View from the streets of Apaneca, another town along the Ruta de las Flores

By , April 2, 2012 9:13 pm

After saying goodbye to my mom in San Jose, we headed back up to Nicaragua with a plan. We were working our way back north to Guatemala to celebrate Semana Santa in Antigua. There were a couple of Nicaraguan destinations we missed out on with mom, so we hit them up on our way through second time.

This roundup covers both legs of our Nicaragua journey. Anything posted in bold is from our most recent trip through, but we thought you, the reader, would appreciate a total country summary as well.

Somoto Canyon

Nicaragua Summary:

Note – Statistics from this visit are in bold. Overall averages for the country are given in [square brackets].

Length of Stay: 6 days [22 days]
Average Cost per Day for Two People: $31.95 CAD [$31.84 CAD]
Cities Visited: 4 [10]
Distance Traveled: 430 km in 7 automobiles [1209 km in 19 automobiles and 2 boats]
Days Sick: 0 for Ashley, 0 for Mike [0 for Ashley, 1 for Mike]
Number of Items Lost: 0
Biggest Tourist Traps: none [touts at San Juan del Sur]
Exchange Rate: $1 CAD = 23 Cordobas

For more great stats, check out our statistics page!

Our Route:

1st trip (southbound, in blue): Honduras border – Managua – León – Las Peñitas – Granada – Isla de Ometepe (Moyogalpa, Merida) – San Juan del Sur – Costa Rica border

This trip(northbound, in red): Costa Rica border – Managua – Esteli – El Tisey Reserve – Somoto – Honduras border

Nicarauga Route

Highlights:

  • Seeing my mom!!!
  • Full moon lava hike at León
  • Fried yuca at the market in Granada
  • International Poetry Festival in Granada
  • Hiking through El Tisey Reserve (and snacking on the Swiss cheese made there!)
  • Cliff jumping in Somoto Canyon
  • The towns of Esteli and Somoto… they helped us find that love of Nicaragua we were looking for

Tisey Reserve

Lowlights:

  • The food at Hacienda Merida on Isla de Ometepe (it was exceptionally tasty, and expensive to match. The alternatives were likewise cheap, and not so delicious)
  • The “typico” Nicaraguan meal from a mall food court in Managua… should have known better
  • We couldn’t stay in Granada long enough to experience more than a night of the International Poetry Festival
  • Troubles with chicken buses… it seems some of the “schedules” are more of a suggestion that an expectation

Tisey Reserve

Surprises:

  • Nicaragua is supposed to be the poorest country in Central America, but we didn’t really get that impression… there were a lot of cars everywhere we went.
  • We had heard Nicaragua would be cheap. While the prices were definitely reasonable, it wasn’t as cheap as we were expecting.
  • There is good cheese to be had in Central America… you just have to go to the middle of nowhere to find it!

Tisey Reserve

Lessons Learned:

  • Travelling quickly through a country makes it difficult to fall in love with a place. We easily could have spent more time at nearly every town we were in, but were limited by our visas.
  • If your gut tells you to go somewhere because it sounds like your cup of tea, trust it. It likely will be.
  • Always reapply sunscreen after playing in the surf. Ouch!

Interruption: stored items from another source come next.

import { useState, type ReactNode } from 'react';
import { Alert } from '../../../components/ui/alert';
import { Button } from '../../../components/ui/button';
import { EmptyState } from '../../../components/ui/empty-state';
import { PageHeader } from '../../../components/ui/page-header';
import type { Bench, Booking } from '../../../../shared/schemas/benches';
import { useBenches } from '../api/get-benches';
import { BenchDialog, type BenchProfileOption } from './bench-dialog';
import { BenchesTable } from './benches-table';

export interface BenchesOverviewProps {
  /** Editors add and edit benches. */
  canManage: boolean;
  /** Bench testers book time; the description says so. */
  canBook: boolean;
  /** Bench profiles for the bench form (editors only). */
  profiles: readonly BenchProfileOption[];
  /** This week's bookings, for each bench's next slot. */
  bookings: readonly Booking[];
  /** The moment the page was opened, from the loader (keeps rendering pure). */
  openedAt: number;
  /** The standing safety note, under the page heading. */
  caution: ReactNode;
  /** The booking calendar, under the benches. */
  children: ReactNode;
}

/** The Benches page around its calendar: the test systems, and for editors adding and editing them. */
export function BenchesOverview({
  canManage,
  canBook,
  profiles,
  bookings,
  openedAt,
  caution,
  children,
}: BenchesOverviewProps) {
  const benches = useBenches();
  const [dialog, setDialog] = useState<{ bench: Bench | null; open: boolean }>({ bench: null, open: false });
  const [notice, setNotice] = useState<string | null>(null);

  const openDialog = (bench: Bench | null) => {
    setNotice(null);
    setDialog({ bench, open: true });
  };

  return (
    <>
      <PageHeader
        eyebrow="Lab"
        title="Benches"
        description={
          canBook
            ? 'The physical test systems and who has them when. Book time against the cells assigned to you.'
            : 'The physical test systems and who has them when. Bench testers book time against their assigned cells.'
        }
        actions={
          canManage ? (
            <Button variant="primary" onClick={() => openDialog(null)}>
              Add bench
            </Button>
          ) : undefined
        }
      />
      {caution}
      {notice && (
        <Alert tone="success" announce className="mb-4">
          {notice}
        </Alert>
      )}

      {benches.length === 0 ? (
        <EmptyState title="No benches yet">
          {canManage
            ? 'Add the lab’s test systems with Add bench; testers can then book time on them.'
            : 'An editor adds the lab’s test systems; you can book time on them once they are here.'}
        </EmptyState>
      ) : (
        <>
          <section aria-labelledby="benches-heading" className="mb-6">
            <h2 id="benches-heading" className="mb-2 text-lg font-semibold text-ink">
              Test systems
            </h2>
            <BenchesTable
              benches={benches}
              bookings={bookings}
              onEdit={canManage ? openDialog : undefined}
              now={openedAt}
            />
          </section>
          {children}
        </>
      )}

      {canManage && (
        <BenchDialog
          open={dialog.open}
          bench={dialog.bench}
          profiles={profiles}
          onClose={() => setDialog((current) => ({ ...current, open: false }))}
          onSaved={(bench, created) => {
            setDialog((current) => ({ ...current, open: false }));
            setNotice(created ? `${bench.name} is added; testers can book it now.` : `${bench.name} is saved.`);
          }}
        />
      )}
    </>
  );
}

Refrescos: Cacao(left) and Cocoa(right)… we just had to figure out the difference

Nicaragua Journal – Where Did We Spend Our Time?

For a detailed summary of each of the cities on our first trip through Nicaragua, check our original roundup.

Managua – 1 night
León – 2 nights
Las Peñitas – 2 nights
Granada – 3 nights
Moyogalpa, Isla de Ometepe – 1 night
Merida, Isla de Ometepe – 3 nights
San Juan del Sur – 4 nights

Managua – 1 night
Again, Managua was just a layover on our way to other destinations. We crashed here for a night and started out early the next morning.

Esteli – 1 night
We really enjoyed walking around the town of Esteli and people watching here. This was our home base for our trip to El Tisey Reserve.

El Tisey Reserve – 2 nights
We took a chicken bus out to the Eco-Posada at the reserve and rented a private cabin. It was really beautiful here and we hiked around much of the area. We probably could have spent more time, but alas we had to move on.

Somoto – 2 nights
We splurged on a tour to Somoto Canyon that included hiking, swimming in the canyon and cliff jumping. It was an incredible day spent in a stunning environment!